Tighter integration with IBM Risk Manager.

Allow for everything to be tied to an area of risk and viewed through the lens of risk.

"It would be nice to see a risk-oriented approach, where you can reference an area of risk and look at the associated controls with that risk, and then the compliance of your resources against those controls."

The middle market is ready and waiting for XDR

Automation and self-remediation were a consistent theme amongst participants.

Recommendation:

The success of IBM's forthcoming XDR product will be largely dependent on what signals IBM Security takes in.

This list will grow exponentially as IBM goes down market, where integrations will be required with a host of smaller players that serve this segment.

The same remains true for a data security hub in this space, thus the success of these two products are inextricably linked to new integrations.

"Where I can have a robust system that is smart enough to not only alert me that something has happened, but to mitigate the issue."

With these new insights in hand, we set out to reimagine what data security and privacy compliance could look like for our new persona, Jack - who we viewed as a "jack of all trades."

Jack's new journey

We created a guided compliance journey that takes Jack through the compliance process step by step, ensuring a seamless experience.

This included educational resources that explain what a given compliance standard is, and how to actually setup a program that demonstrates compliance.

Begin the quick start complance journey

Our guided compliance journey starts with the customer selecting a desired compliance standard, such as CCPA - the California Consumer Privacy Act.

Choose a regulation

We then meet the customer where they are - allowing them to move the compliance program forward, based on what they currently have to work with - rather than mandating a rigid process that requires all information to be ready before one can begin.

Just have a list of Admin users and not Authorized users, Sensitive table names or Source IPs? No problem! We've got you covered!

Tell us what you have

The customer has the option to enter their information manually, or to dramatically expedite the process with a bulk add of Admin users.

Enter your information

Then, presto! With the pre-built compliance policy in place and the customer's information added - the foundation of the compliance program has been setup.

Create your program

With the foundation of our guided compliance journey in place, the customer is provided with a milestones experience.

The three milestones continue to guide the customer down to the task level - providing step-by-step instructions on how to complete the compliance program.

Milestones experience

The culmination of this nearly effortless experience is the compliance workspace.

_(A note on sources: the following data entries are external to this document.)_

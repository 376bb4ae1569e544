import { json } from "@/lib/http/answer";
import { openRoute } from "@/lib/http/route";
import { tryDatabase } from "@/lib/services/health/try-database";

export const GET = openRoute("health.ready", {}, async ({ ctx }) => json(await tryDatabase({ ctx })));
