import "server-only";
import { and, eq } from "drizzle-orm";
import type { Reader, Tx } from "@/db/client";
import { memberships } from "@/db/schema/memberships";
import { users } from "@/db/schema/users";
import type { Actor } from "@/lib/schemas/access";
import { found } from "../not-found";

export const memberColumns = {
  id: memberships.id,
  userId: memberships.userId,
  name: users.name,
  email: users.email,
  role: memberships.role,
  suspendedAt: memberships.suspendedAt,
  lastSeenAt: memberships.lastSeenAt,
  createdAt: memberships.createdAt,
  version: memberships.version,
};

/** A member of the actor's organisation by the id of the membership, or not found. */
export const memberOf = async (read: Pick<Reader | Tx, "select">, actor: Actor, memberId: string) =>
  found(
    (
      await read
        .select(memberColumns)
        .from(memberships)
        .innerJoin(users, eq(users.id, memberships.userId))
        .where(and(eq(memberships.id, memberId), eq(memberships.organisationId, actor.organisationId)))
    )[0],
  );
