import type { BenchAnswer, BenchRequest } from "@/lib/client/compute/bench-figures";
import type { FromWorker, ToWorker } from "@/lib/client/compute/compute-worker";
import { newDrawing } from "@/lib/drawing/new-drawing";
import { addParts } from "@/lib/drawing/edit-parts";
import { partFor } from "@/lib/drawing/add-row";

export type Computed = Readonly<{ request: BenchRequest; answer: BenchAnswer }>;

export type ComputeClient = Readonly<{
  /**
   * Asks for the figures of a drawing; of several requests only the last one is sure to be answered: with the areas, and
   * once more with torsion in them when the drawing stands still.
   */
  ask: (request: BenchRequest) => void;
  stop: () => void;
}>;

/** A request older than this no longer holds back the next one. */
const PATIENCE_MS = 250;

/**
 * The near side of the compute worker. One request is under way at a time, so that a fast hand still sees figures; what was
 * asked meanwhile is sent when it is answered, and only the newest of it.
 */
export const startCompute = (
  onComputed: (computed: Computed) => void,
  onFailed: (message: string) => void,
): ComputeClient => {
  const worker = new Worker(new URL("./compute-worker.ts", import.meta.url), { type: "module" });
  let sequence = 0;
  let underWay: { sequence: number; request: BenchRequest; since: number } | null = null;
  let waiting: BenchRequest | null = null;
  /** Answered with areas; its torsion may follow as a second answer. */
  let answered: { sequence: number; request: BenchRequest } | null = null;

  const send = (request: BenchRequest) => {
    sequence += 1;
    underWay = { sequence, request, since: performance.now() };
    worker.postMessage({ sequence, request } satisfies ToWorker);
  };
  worker.onmessage = ({ data }: MessageEvent<FromWorker>) => {
    if (answered !== null && data.sequence === answered.sequence) {
      if (data.kind === "answer") onComputed({ request: answered.request, answer: data.answer });
      if (data.kind === "failed") onFailed(data.message);
      return;
    }
    if (!underWay || data.sequence !== underWay.sequence) return;
    const { request } = underWay;
    answered = underWay;
    underWay = null;
    if (data.kind === "answer") onComputed({ request, answer: data.answer });
    if (data.kind === "failed") onFailed(data.message);
    const next = waiting;
    waiting = null;
    if (next) send(next);
  };
  worker.onerror = (event) => onFailed(event.message);

  const warmUp = newDrawing();
  send({
    drawing: addParts(warmUp, [partFor(warmUp, { kind: "plate", width: 10, height: 10 })]),
    picked: [],
  });
  return {
    ask: (request) => {
      if (underWay && performance.now() - underWay.since < PATIENCE_MS) waiting = request;
      else {
        waiting = null;
        send(request);
      }
    },
    stop: () => worker.terminate(),
  };
};
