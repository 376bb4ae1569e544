import "server-only";
import { and, eq } from "drizzle-orm";
import { sessions } from "@/db/schema/sessions";
import { mayAtAll } from "@/lib/permissions";
import type { Ctx } from "../context";
import { logDeed } from "../log-deed";
import { memberOf } from "./load-member";

/** Signs a member out everywhere in this organisation. */
export const endMemberSessions = async ({ ctx, memberId }: { ctx: Ctx; memberId: string }): Promise<void> => {
  mayAtAll(ctx.actor, "member.endSessions");
  await ctx.db.write(async (tx) => {
    const member = await memberOf(tx, ctx.actor, memberId);
    await tx
      .delete(sessions)
      .where(and(eq(sessions.userId, member.userId), eq(sessions.organisationId, ctx.actor.organisationId)));
    await logDeed(tx, ctx, {
      verb: "member.endSessions",
      entity: "member",
      entityId: memberId,
      subject: member.name,
    });
  });
};
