import { benchFigures, type BenchAnswer, type BenchRequest } from "@/lib/client/compute/bench-figures";
import { runInSlices } from "@/lib/client/compute/run-in-slices";

export type ToWorker = Readonly<{ sequence: number; request: BenchRequest }>;
/** `stopped` where a later request came before this one was done; `failed` where the engine threw, which is a bug. */
export type FromWorker = Readonly<
  { sequence: number } & (
    { kind: "answer"; answer: BenchAnswer } | { kind: "stopped" } | { kind: "failed"; message: string }
  )
>;

let latest = 0;

const answer = async ({ sequence, request }: ToWorker): Promise<FromWorker> => {
  try {
    const found = await runInSlices(benchFigures(request), () => latest === sequence);
    return found ? { sequence, kind: "answer", answer: found } : { sequence, kind: "stopped" };
  } catch (cause) {
    return { sequence, kind: "failed", message: cause instanceof Error ? cause.message : String(cause) };
  }
};

self.onmessage = (event: MessageEvent<ToWorker>) => {
  latest = event.data.sequence;
  void answer(event.data).then((message) => self.postMessage(message));
};
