const SLICE_MS = 8;

/** Lets waiting messages in; a timer would wait at least 4 ms. */
const breathe = (): Promise<void> =>
  new Promise((resolve) => {
    const { port1, port2 } = new MessageChannel();
    port1.onmessage = () => {
      port1.close();
      resolve();
    };
    port2.postMessage(null);
  });

/**
 * Runs a generator in slices of 8 ms and asks between them whether it is still wanted.
 * @returns its result, or null when it was stopped.
 */
export async function runInSlices<T>(work: Generator<void, T>, wanted: () => boolean): Promise<T | null> {
  let until = performance.now() + SLICE_MS;
  for (;;) {
    const step = work.next();
    if (step.done) return step.value;
    if (performance.now() < until) continue;
    await breathe();
    if (!wanted()) return null;
    until = performance.now() + SLICE_MS;
  }
}
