import fc from "fast-check";
import { describe, expect, test } from "vitest";
import { findMarks, readNumber, type Marks } from "@/lib/intake/read-number";

const COMMA: Marks = { decimal: ",", thousands: null };
const POINT: Marks = { decimal: ".", thousands: null };

describe("one cell as a number", () => {
  test.each([
    ["42,2", COMMA, 42.2, 0.05],
    ["1943", COMMA, 1943, 0.5],
    ["11.770", { decimal: ",", thousands: "." } as Marks, 11770, 0.5],
    ["1 234,5", COMMA, 1234.5, 0.05],
    ["1\u202f234.5", POINT, 1234.5, 0.05],
    ["12'345.6", POINT, 12345.6, 0.05],
    ["12 3/4", POINT, 12.75, 0],
    ["3/8", POINT, 0.375, 0],
    ["1e3", POINT, 1000, 500],
    ["\u22127,1", COMMA, -7.1, 0.05],
    ["0,875", COMMA, 0.875, 0.0005],
    [".5", POINT, 0.5, 0.05],
  ])("%s", (cell, marks, value, half) => {
    expect(readNumber(cell, marks)).toEqual({
      kind: "number",
      value,
      halfUnit: expect.any(Number),
      otherMark: false,
    });
    const read = readNumber(cell, marks);
    expect(read.kind === "number" && Math.abs(read.halfUnit - half) <= 1e-12 * Math.max(half, 1)).toBe(true);
  });

  test.each(["1.234", "11.770", "999.000"])("%s in a file of decimal commas is never guessed", (cell) => {
    expect(readNumber(cell, COMMA).kind).toBe("ambiguous");
    expect(readNumber(cell, null).kind).toBe("ambiguous");
  });

  test("a decimal point that cannot be a thousands mark is read and said to differ", () => {
    expect(readNumber("66.3", COMMA)).toMatchObject({ kind: "number", value: 66.3, otherMark: true });
  });

  test.each(["ca. 78,1", "12,3,4", "1.2.3", "0x10", "--5", "1,2.3,4", "78,1*", "1/0", "Infinity"])(
    "%s is text",
    (cell) => {
      expect(readNumber(cell, COMMA).kind).toBe("text");
    },
  );

  test.each(["1e309", "1e99", "9".repeat(31)])("%s is out of range, not infinite", (cell) => {
    expect(readNumber(cell, POINT).kind).toBe("outOfRange");
  });

  test.each(["", " ", "-", "–", "n/a"])("%j is blank", (cell) =>
    expect(readNumber(cell, COMMA).kind).toBe("blank"),
  );

  test("whatever is typed, the answer is finite or a named kind, in linear time", () => {
    fc.assert(
      fc.property(fc.oneof(fc.string(), fc.stringMatching(/^[0-9.,' eE+-]{0,40}$/)), (cell) => {
        const read = readNumber(cell, COMMA);
        return read.kind !== "number" || (Number.isFinite(read.value) && Number.isFinite(read.halfUnit));
      }),
    );
  });

  test("a number written with any pair of marks is read back", () => {
    const marks = fc.constantFrom<Marks>(
      { decimal: ",", thousands: "." },
      { decimal: ".", thousands: "," },
      { decimal: ",", thousands: " " },
      { decimal: ".", thousands: "'" },
    );
    fc.assert(
      fc.property(
        fc.integer({ min: -9_999_999, max: 9_999_999 }),
        fc.integer({ min: 0, max: 4 }),
        marks,
        (n, decimals, m) => {
          const value = n / 10 ** decimals;
          const [whole = "", part] = Math.abs(value).toFixed(decimals).split(".");
          const grouped = whole.replace(/\B(?=(\d{3})+(?!\d))/g, m.thousands ?? "");
          const text = `${value < 0 ? "-" : ""}${grouped}${part === undefined ? "" : m.decimal + part}`;
          const read = readNumber(text, m);
          return (
            read.kind === "number" && Math.abs(read.value - value) <= 1e-12 * Math.max(1, Math.abs(value))
          );
        },
      ),
    );
  });
});

describe("the marks of a file", () => {
  test("come from cells that can be read one way only", () => {
    expect(findMarks(["8,1", "1943", "11.770"]).marks).toEqual({ decimal: ",", thousands: null });
    expect(findMarks(["1.234,5", "8,1"]).marks).toEqual({ decimal: ",", thousands: "." });
    expect(findMarks(["4.43", "1,234,567"]).marks).toEqual({ decimal: ".", thousands: "," });
  });
  test("are not known when nothing shows them", () => {
    expect(findMarks(["1.234", "5.678"]).marks).toBeNull();
    expect(findMarks(["1,5", "1.5"]).marks).toBeNull();
  });
});
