CREATE TRIGGER log_no_update BEFORE UPDATE ON log BEGIN SELECT RAISE(ABORT, 'the log is append-only'); END;
--> statement-breakpoint
CREATE TRIGGER log_no_delete BEFORE DELETE ON log BEGIN SELECT RAISE(ABORT, 'the log is append-only'); END;
--> statement-breakpoint
CREATE TRIGGER revision_frozen BEFORE UPDATE OF drawing, content_hash, author_id, editors ON revisions
WHEN old.state <> 'draft' AND (new.drawing IS NOT old.drawing OR new.content_hash IS NOT old.content_hash OR new.author_id IS NOT old.author_id OR new.editors IS NOT old.editors)
BEGIN SELECT RAISE(ABORT, 'a revision that was submitted never changes'); END;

The compliance workspace is a one-stop shop, allowing customers to monitor their data security and privacy compliance programs - exactly what they needed!

Compliance workspace

This effort underscores the power of working with users to build a 0 > 1 product, as well as how to approach an entirely new market. The research ucovered a strong need for more guidance and explainability, pre-built compliance policies, and a personal compliance workspace - and that's exactly what we built.

We also satisfied the need of a trial experience, by first providing a sandbox complete with pre-populated data, allowing prospects to test drive the new Guardium SaaS experience without having to deal with the arduous process of hooking it up to one's own data, or the strict security approval process that comes with it. Prospects can then move on to a trial experience with their own data, if desired.

This research was so impactful that it was showcased by IBM's VP of Global UX Research at IBM TechXchange, as a way to demonstrate the impact of user research, and convince customers in the power of working with us.